Julien, c’est à la boucherie-charcuterie que ça s’est passé.
Il attendait dans la queue, derrière une habituée aux tempes argentées. La cane fière qui avait dû rosser quelques inconvenants et le cabas sous le bras. De ves vieux sacs en forme de coude, presque. Julien pensa cabras, c’est comme ça qu’on aurait dû nommer ce mot. il pensa, souriant hardiment de son trait d’esprit, un filet migon.
Il souriait encore quand la vieille femme demanda à la vendeuse de l’échine de porc. C’était nonchalant, aimable mais Julien se mit à tanguer, ruisselant d’une sueur qui s’était mise à débarquer de partout avant de chanceler et de chanceler encore, soudain livide, au bord de l’évanouissement.
Le silence s’était fait dans la boucherie climatisée et on le regardait, on lui demandait si ça allait, non ça n’allait pas, mais c’était compatissant, vraiment ; on lui proposa une chaise pendant que le boucher fendait des os en deux, on lui demanda s’il voulait manger quelque chose, une rondelle de salamis, un verre d’eau mais ses mains repoussaient ces élans de sollicitude, sourire contrit, ça va, ça va, c’est rien.

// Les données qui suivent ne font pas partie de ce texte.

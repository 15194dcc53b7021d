import { roleCan, type Permission } from "@/lib/permissions";
import type { ReviewAction, ReviewOutcome, ReviewState, ReviewStep } from "./types";

const NEEDS: Record<ReviewAction, { permission: Permission; what: string }> = {
  submit: { permission: { review: ["submit"] }, what: "submit a plan for review" },
  baseline: { permission: { review: ["decide"] }, what: "baseline a plan" },
  "request-changes": { permission: { review: ["decide"] }, what: "return a plan for rework" },
  edit: { permission: { plan: ["edit"] }, what: "edit the plan" },
};

/** States each action may start from. */
const FROM: Record<ReviewAction, readonly ReviewState[]> = {
  submit: ["draft", "changes-requested"],
  baseline: ["in-review"],
  "request-changes": ["in-review"],
  edit: ["draft", "in-review", "baselined", "changes-requested"],
};

const TO: Record<ReviewAction, ReviewState> = {
  submit: "in-review",
  baseline: "baselined",
  "request-changes": "changes-requested",
  edit: "draft",
};

const LABEL: Record<ReviewState, string> = {
  draft: "a draft",
  "in-review": "in review",
  baselined: "baselined",
  "changes-requested": "returned for rework",
};

/**
 * The review workflow as one pure function: the next state of the plan, or
 * a refusal with a reason. Checks, in order: the role may act (`forbidden`),
 * the action is allowed from the state (`invalid-transition`), and for a
 * baseline every open error finding carries a waiver (`unwaived-errors`).
 *
 * draft ─submit→ in-review ─baseline→ baselined
 *                    └─request-changes→ changes-requested ─submit→ in-review
 * Any edit stores a new draft revision (from a baselined one too, which
 * stays as it was).
 */
export function nextReviewState(step: ReviewStep): ReviewOutcome {
  const need = NEEDS[step.action];
  if (!roleCan(step.role, need.permission))
    return { ok: false, code: "forbidden", reason: `The ${step.role} role may not ${need.what}.` };
  if (!FROM[step.action].includes(step.state))
    return {
      ok: false,
      code: "invalid-transition",
      reason: `The plan is ${LABEL[step.state]}; you can ${need.what} only when it is ${FROM[step.action]
        .map((s) => LABEL[s])
        .join(" or ")}.`,
    };
  if (step.action === "baseline") {
    const waived = new Set(step.waivedKeys);
    const unwaived = [...new Set(step.openErrorKeys)].filter((k) => !waived.has(k));
    if (unwaived.length > 0)
      return {
        ok: false,
        code: "unwaived-errors",
        reason: `${unwaived.length} open error finding${unwaived.length === 1 ? " has" : "s have"} no waiver; record a waiver for each or fix the plan before baselining.`,
        unwaived,
      };
  }
  return { ok: true, next: TO[step.action] };
}
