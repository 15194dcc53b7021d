import { SPUR_FAMILIES } from "@/lib/plan";

/** Row of every item kind inside its lane (0 = top). */
export const RF_ROWS = { reference: 0, input: 1, mode: 2, channel: 3, image: 4 } as const;
export const OPTICAL_ROWS = { reach: 0, map: 1, signal: 2, lo: 3 } as const;
/** IF lane: detector and Nyquist edges, slots, then one row per spur family (the engine's `SPUR_FAMILIES` order). */
export const IF_ROWS = { detector: 0, slot: 1, spur0: 2 } as const;
/** Rows of an IF lane. */
export const IF_LANE_ROWS = IF_ROWS.spur0 + SPUR_FAMILIES.length;
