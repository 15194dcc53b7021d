export { findingKeyOf as findingKey } from "./internals/finding-key";
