import { describe, expect, it } from "vitest";
import { ApiError } from "./api";
import { confirmEditDuringReview, editDuringReviewQuestion, missionOfApplyingUpload } from "./edit-during-review";

const inReview = async () => ({ state: "in-review", revision: { number: 7 } });

describe("confirmEditDuringReview", () => {
  it("asks while in review, naming the revision and the consequence, and saves on yes", async () => {
    const asked: string[] = [];
    await confirmEditDuringReview("m1", (q) => (asked.push(q), true), inReview);
    expect(asked).toHaveLength(1);
    expect(asked[0]).toContain("Revision 7 is in review");
    expect(asked[0]).toContain("withdraws");
    expect(asked[0]).toContain("e-mail");
  });

  it("refuses with not-saved on no", async () => {
    const err = await confirmEditDuringReview("m1", () => false, inReview).catch((e: unknown) => e);
    expect(err).toBeInstanceOf(ApiError);
    expect((err as ApiError).code).toBe("not-saved");
    expect((err as ApiError).message).toContain("revision 7 stays in review");
  });

  it("does not ask in any other state, or when the state cannot be read", async () => {
    for (const state of ["draft", "baselined", "changes-requested"])
      await confirmEditDuringReview(
        "m1",
        () => {
          throw new Error(`asked in ${state}`);
        },
        async () => ({ state, revision: { number: 2 } }),
      );
    await confirmEditDuringReview(
      "m1",
      () => {
        throw new Error("asked without a state");
      },
      async () => {
        throw new ApiError(403, "forbidden", "no");
      },
    );
  });

  it("reads the mission's review overview", async () => {
    const urls: string[] = [];
    await confirmEditDuringReview(
      "a b",
      () => true,
      async (u) => (urls.push(u), { state: "draft", revision: null }),
    );
    expect(urls).toEqual(["/api/v1/missions/a%20b/review"]);
  });

  it("question text", () => {
    expect(editDuringReviewQuestion(3)).toMatch(/^Revision 3 is in review\./);
  });
});

describe("missionOfApplyingUpload", () => {
  it("finds the mission of an applying upload and nothing for a preview", () => {
    expect(missionOfApplyingUpload("/api/v1/missions/abc/uploads/channels?apply=1")).toBe("abc");
    expect(missionOfApplyingUpload("/api/v1/missions/abc/uploads/tuning-map?laserId=x&gapMHz=5&apply=1")).toBe("abc");
    expect(missionOfApplyingUpload("/api/v1/missions/abc/uploads/channels?apply=0")).toBeNull();
    expect(missionOfApplyingUpload("/api/v1/missions/abc/uploads/channels?apply=10")).toBeNull();
    expect(missionOfApplyingUpload("/api/v1/missions/abc/channels?apply=1")).toBeNull();
  });
});
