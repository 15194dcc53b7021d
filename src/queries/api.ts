/**
 * The one fetch wrapper of the client: JSON in, JSON out, and every non-2xx
 * answer turned into an `ApiError` carrying the server's `{ error: { code,
 * message, issues, current } }` body so forms can place field errors and
 * offer a reload on a 409.
 */

export interface ApiIssue {
  path: string;
  message: string;
}

export class ApiError extends Error {
  constructor(
    readonly status: number,
    readonly code: string,
    message: string,
    readonly issues: ApiIssue[] = [],
    readonly current: unknown = undefined,
  ) {
    super(message);
    this.name = "ApiError";
  }

  get isStale(): boolean {
    return this.status === 409;
  }
}

async function parseError(res: Response): Promise<ApiError> {
  let body: unknown = null;
  try {
    body = await res.json();
  } catch {
    body = null;
  }
  const err = (body as { error?: { code?: unknown; message?: unknown; issues?: unknown; current?: unknown } } | null)
    ?.error;
  const code = typeof err?.code === "string" ? err.code : `http-${res.status}`;
  const fallback: Record<number, string> = {
    401: "You are signed out. Sign in again to continue.",
    403: "Your role in this team does not allow this change.",
    404: "Not found (it may have been deleted).",
    409: "Someone else changed this in the meantime.",
    413: "The file is too large.",
  };
  const message =
    typeof err?.message === "string" ? err.message : (fallback[res.status] ?? `The server answered ${res.status}.`);
  const issues = Array.isArray(err?.issues)
    ? (err.issues as unknown[]).flatMap((i) => {
        const o = i as { path?: unknown; message?: unknown };
        return typeof o?.message === "string" ? [{ path: String(o.path ?? ""), message: o.message }] : [];
      })
    : [];
  return new ApiError(res.status, code, message, issues, err?.current);
}

export async function apiFetch<T>(url: string, init: RequestInit = {}): Promise<T> {
  const headers = new Headers(init.headers);
  if (init.body !== undefined && typeof init.body === "string" && !headers.has("content-type"))
    headers.set("content-type", "application/json");
  headers.set("accept", "application/json");
  let res: Response;
  try {
    res = await fetch(url, { ...init, headers, credentials: "same-origin" });
  } catch (e) {
    throw new ApiError(0, "network", `The server could not be reached (${(e as Error).message}).`);
  }
  if (!res.ok) throw await parseError(res);
  if (res.status === 204) return undefined as T;
  return (await res.json()) as T;
}

export const sendJson = <T>(url: string, method: "POST" | "PATCH" | "PUT", body: unknown) =>
  apiFetch<T>(url, { method, body: JSON.stringify(body) });

export const api = {
  missions: "/api/v1/missions",
  mission: (m: string) => `/api/v1/missions/${encodeURIComponent(m)}`,
  collection: (m: string, c: string) => `/api/v1/missions/${encodeURIComponent(m)}/${c}`,
  item: (m: string, c: string, id: string) =>
    `/api/v1/missions/${encodeURIComponent(m)}/${c}/${encodeURIComponent(id)}`,
};
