import { describe, expect, it } from "vitest";
import fc from "fast-check";
import { applyChannelEdit } from "./optimistic";
import type { Channel } from "./types";
import { channelRow } from "../../tests/fixtures/demo-values";

const ch = (id: string, centerGHz: number): Channel =>
  channelRow(id, { id, chainId: "c", centerGHz, requiredNedtK: null });

describe("applyChannelEdit", () => {
  it("changes only the edited channel and keeps the stored version", () => {
    const out = applyChannelEdit([ch("a", 183.31), ch("b", 118.75)], "b", { centerGHz: 119, version: 7 });
    expect(out[0]).toEqual(ch("a", 183.31));
    expect(out[1]?.centerGHz).toBe(119);
    expect(out[1]?.version).toBe(1);
  });
  it("leaves the list unchanged for an unknown id and never changes its length", () => {
    fc.assert(
      fc.property(fc.array(fc.double({ min: 1, max: 400, noNaN: true }), { maxLength: 8 }), (centres) => {
        const list = centres.map((c, i) => ch(`c${i}`, c));
        const out = applyChannelEdit(list, "nope", { centerGHz: 1 });
        expect(out).toEqual(list);
        expect(applyChannelEdit(list, "c0", { centerGHz: 1 })).toHaveLength(list.length);
      }),
    );
  });
});
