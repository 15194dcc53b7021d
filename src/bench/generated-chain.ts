import type { PlanInput } from "@/schemas/plan";

/** An operating envelope for the generated chain: LO drift, resonator temperature excursion and FSR shift. */
export interface GeneratedEnvelope {
  driftMHz: number;
  temperatureExcursionK: number;
  fsrShiftMHzPerK: number;
}

/**
 * A 64-channel upper-sideband chain cut from one broad mode at 183.31 GHz
 * (invented demo data): 20 MHz channels every 60 MHz, an antenna box that
 * keeps the image out above L ≈ 185.9 GHz, a 40 GS/s digitised IF. With
 * `envelope`, a version 2 document with that drift, temperature excursion
 * and FSR shift (else ±5 MHz of drift, version 1).
 */
export function generatedChainPlan(envelope?: GeneratedEnvelope): PlanInput {
  const channels = Array.from({ length: 64 }, (_, k) => ({
    id: `c${k + 1}`,
    name: `demo channel ${k + 1}`,
    chain: "G",
    centerGHz: Math.round((181.4 + k * 0.06) * 1000) / 1000,
    bandwidthMHz: 20,
    dsbOffsetGHz: null,
    integrationMs: 10,
    antennaK: 250,
    receiverK: 4000,
    gainStability: 0,
    requiredNedtK: null,
  }));
  return {
    format: envelope ? "heterolane.plan/2" : "heterolane.plan/1",
    name: "Demo data: generated 64-channel chain for the benchmark",
    settings: { guardMHz: 20, imageRejectionDB: 20, spurMaxOrder: 7, replicaLimitDB: -20 },
    lasers: [
      {
        id: "LG",
        carrierTHz: 193.4,
        carrierPowerMW: 5,
        loPowerMW: 5,
        reach: [{ minGHz: 40, maxGHz: 340 }],
        stepMHz: 1,
        driftMHz: envelope?.driftMHz ?? 5,
        lock: { modulationMHz: 80, modulationIndex: 0.6, orders: 3 },
      },
    ],
    resonators: [
      { id: "RG", fsrGHz: 183.31, loadedQ: 5e4, ...(envelope ? { fsrShiftMHzPerK: envelope.fsrShiftMHzPerK } : {}) },
    ],
    detectors: [{ id: "DG", minGHz: 0.1, maxGHz: 19.5, maxInputMW: 10, sampleRateGHz: 40 }],
    chains: [
      {
        id: "G",
        laser: "LG",
        resonator: "RG",
        detector: "DG",
        mode: 1,
        sideband: "upper",
        loOffsetGHz: 187,
        rfInput: { minGHz: 180.5, maxGHz: 186.5 },
        tapFraction: 0.01,
        pathLossDB: 3,
        carrierRejectionDB: 0,
        sharedIf: false,
        ...(envelope ? { temperatureExcursionK: envelope.temperatureExcursionK } : {}),
      },
    ],
    channels,
  };
}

Il s’en alla entendant dans son dos le mot fringale, quelques ricanements et le cliquetis de la caisse enregistreuse. La vieille femme payait en liquide son échine.
Il rentra chez lui, pour s’allonger, s’éponger, se tirer la peau du visage, grimacer, regarder. Essayer de comprendre, quoi.  Il lui fallut un peu de temps pour relier les deux bouts et en revenir à l’échine de porc.
Les porcs. Courber l’échine.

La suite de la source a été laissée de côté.